- **Directions for this task**
Pull out every line with the word "heading" from the entries below.

- **Listed entries**

import { Link, usePathname } from 'expo-router';
import { Pressable, StyleSheet, View } from 'react-native';
import { useSafeAreaInsets } from 'react-native-safe-area-context';

import Feather from '@/components/feather-icon';
import { Logo } from '@/components/logo';
import { Text } from '@/components/text';
import { colors, layout, space } from '@/components/theme';
import { useWide } from '@/components/use-wide';
import { roleLabel } from '@/features/auth';
import { LowStorageBanner } from '@/features/device-db/ui';
import type { SessionUser } from '@/features/session/schema';
import { type NavItem, isActive, navItems } from '@/features/shell/nav-items';
import { useOnline } from '@/features/sync/ui';

/**
 * Phone: content with a bottom bar. Desktop (≥ 1024 px): a side rail with the same items. The connection
 * banner follows the network and the last request (`useOnline`), not how the session was loaded: a
 * session checked online an hour ago says nothing about the signal now.
 */
export function AppShell({ user, children }: { user: SessionUser; children: React.ReactNode }) {
  const offline = !useOnline();
  const wide = useWide();
  const pathname = usePathname();
  const insets = useSafeAreaInsets();
  const items = navItems[user.role];

  if (wide) {
    return (
      <View style={styles.wideRoot}>
        <View style={styles.side} role="navigation">
          <View style={styles.sideLogo}>
            <Logo size={32} onDark />
          </View>
          <View style={styles.sideItems}>
            {items.map((item) => (
              <SideItem key={item.href} item={item} active={isActive(item, pathname)} />
            ))}
          </View>
          <View style={styles.sideUser}>
            <Text variant="heading" color={colors.chromeText}>
              {user.name}
            </Text>
            <Text variant="small" color={colors.chromeMuted}>
              {roleLabel[user.role]}
              {user.companyName ? ` · ${user.companyName}` : ''}
            </Text>
          </View>
        </View>
        <View style={styles.wideMain}>
          {offline ? <OfflineBanner /> : null}
          <LowStorageBanner />
          {children}
        </View>
      </View>
    );
  }

  return (
    <View style={[styles.phoneRoot, { paddingTop: insets.top }]}>
      <View style={styles.topBar}>
        <Logo size={26} onDark />
        <Text variant="small" color={colors.chromeMuted} numberOfLines={1}>
          {roleLabel[user.role]}
        </Text>
      </View>
      {offline ? <OfflineBanner /> : null}
      <LowStorageBanner />
      <View style={styles.phoneMain}>{children}</View>
      <View
        style={[styles.bottomBar, { paddingBottom: Math.max(insets.bottom, space.xs) }]}
        role="navigation"
      >
        {items.map((item) => (
          <BottomItem key={item.href} item={item} active={isActive(item, pathname)} />
        ))}
      </View>
    </View>
  );
}

function OfflineBanner() {
  return (
    <View style={styles.offline} accessibilityLiveRegion="polite" role="status">
      <Feather name="cloud-off" size={16} color={colors.near} />
      <Text variant="small" color={colors.near}>
        No connection — working from what is saved on this device.
      </Text>
    </View>
  );
}

function SideItem({ item, active }: { item: NavItem; active: boolean }) {
  return (
    <Link href={item.href} asChild>
      <Pressable
        accessibilityRole="link"
        accessibilityState={{ selected: active }}
        // Link (asChild) hands its style to the DOM node as-is on web: pass one flat object, not an array.
        style={StyleSheet.flatten([styles.sideItem, active && styles.sideItemActive])}
      >
        <Feather name={item.icon} size={20} color={active ? colors.chromeText : colors.chromeMuted} />
        <Text variant="heading" color={active ? colors.chromeText : colors.chromeMuted}>
          {item.label}
        </Text>
      </Pressable>
    </Link>
  );
}

function BottomItem({ item, active }: { item: NavItem; active: boolean }) {
  return (
    <Link href={item.href} asChild>
      <Pressable
        accessibilityRole="link"
        accessibilityState={{ selected: active }}
        accessibilityLabel={item.label}
        style={styles.bottomItem}
      >
        <View style={[styles.bottomPill, active && styles.bottomPillActive]}>
          <Feather name={item.icon} size={22} color={active ? colors.base : colors.textMuted} />
        </View>
        <Text variant="label" color={active ? colors.base : colors.textMuted}>
          {item.label}
        </Text>
      </Pressable>
    </Link>
  );
}

const styles = StyleSheet.create({
  wideRoot: { flex: 1, flexDirection: 'row', backgroundColor: colors.bg },
  side: {
    width: layout.sideNavWidth,
    backgroundColor: colors.chrome,
    paddingVertical: space.xl,
    paddingHorizontal: space.md,
  },
  sideLogo: { paddingHorizontal: space.sm, marginBottom: space.xxl },
  sideItems: { gap: space.xs, flex: 1 },
  sideItem: {
    flexDirection: 'row',
    alignItems: 'center',
    gap: space.md,
    minHeight: layout.touchTarget,
    paddingHorizontal: space.md,
    borderRadius: 10,
  },
  sideItemActive: {
    backgroundColor: colors.chromeRaised,
    borderLeftWidth: 4,
    borderLeftColor: colors.chromeAccent,
  },
  sideUser: {
    borderTopWidth: 1,
    borderTopColor: colors.chromeRaised,
    paddingTop: space.lg,
    paddingHorizontal: space.sm,
    gap: 2,
  },
  wideMain: { flex: 1 },
  phoneRoot: { flex: 1, backgroundColor: colors.bg },
  topBar: {
    backgroundColor: colors.chrome,
    flexDirection: 'row',
    alignItems: 'center',
    justifyContent: 'space-between',
    paddingHorizontal: space.lg,
    paddingVertical: space.md,
    gap: space.md,
  },
  phoneMain: { flex: 1 },
  offline: {
    flexDirection: 'row',
    alignItems: 'center',
    gap: space.sm,
    backgroundColor: colors.nearSoft,
    paddingHorizontal: space.lg,
    paddingVertical: space.sm,
  },
  bottomBar: {
    flexDirection: 'row',
    backgroundColor: colors.surface,
    borderTopWidth: 1,
    borderTopColor: colors.border,
    paddingTop: space.xs,
  },
  bottomItem: { flex: 1, alignItems: 'center', gap: 2, minHeight: 56, justifyContent: 'center' },
  bottomPill: { paddingHorizontal: space.lg, paddingVertical: 3, borderRadius: 14 },
  bottomPillActive: { backgroundColor: colors.accentSoft },
});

- **Result**
            <Text variant="heading" color={colors.chromeText}>
        <Text variant="heading" color={active ? colors.chromeText : colors.chromeMuted}>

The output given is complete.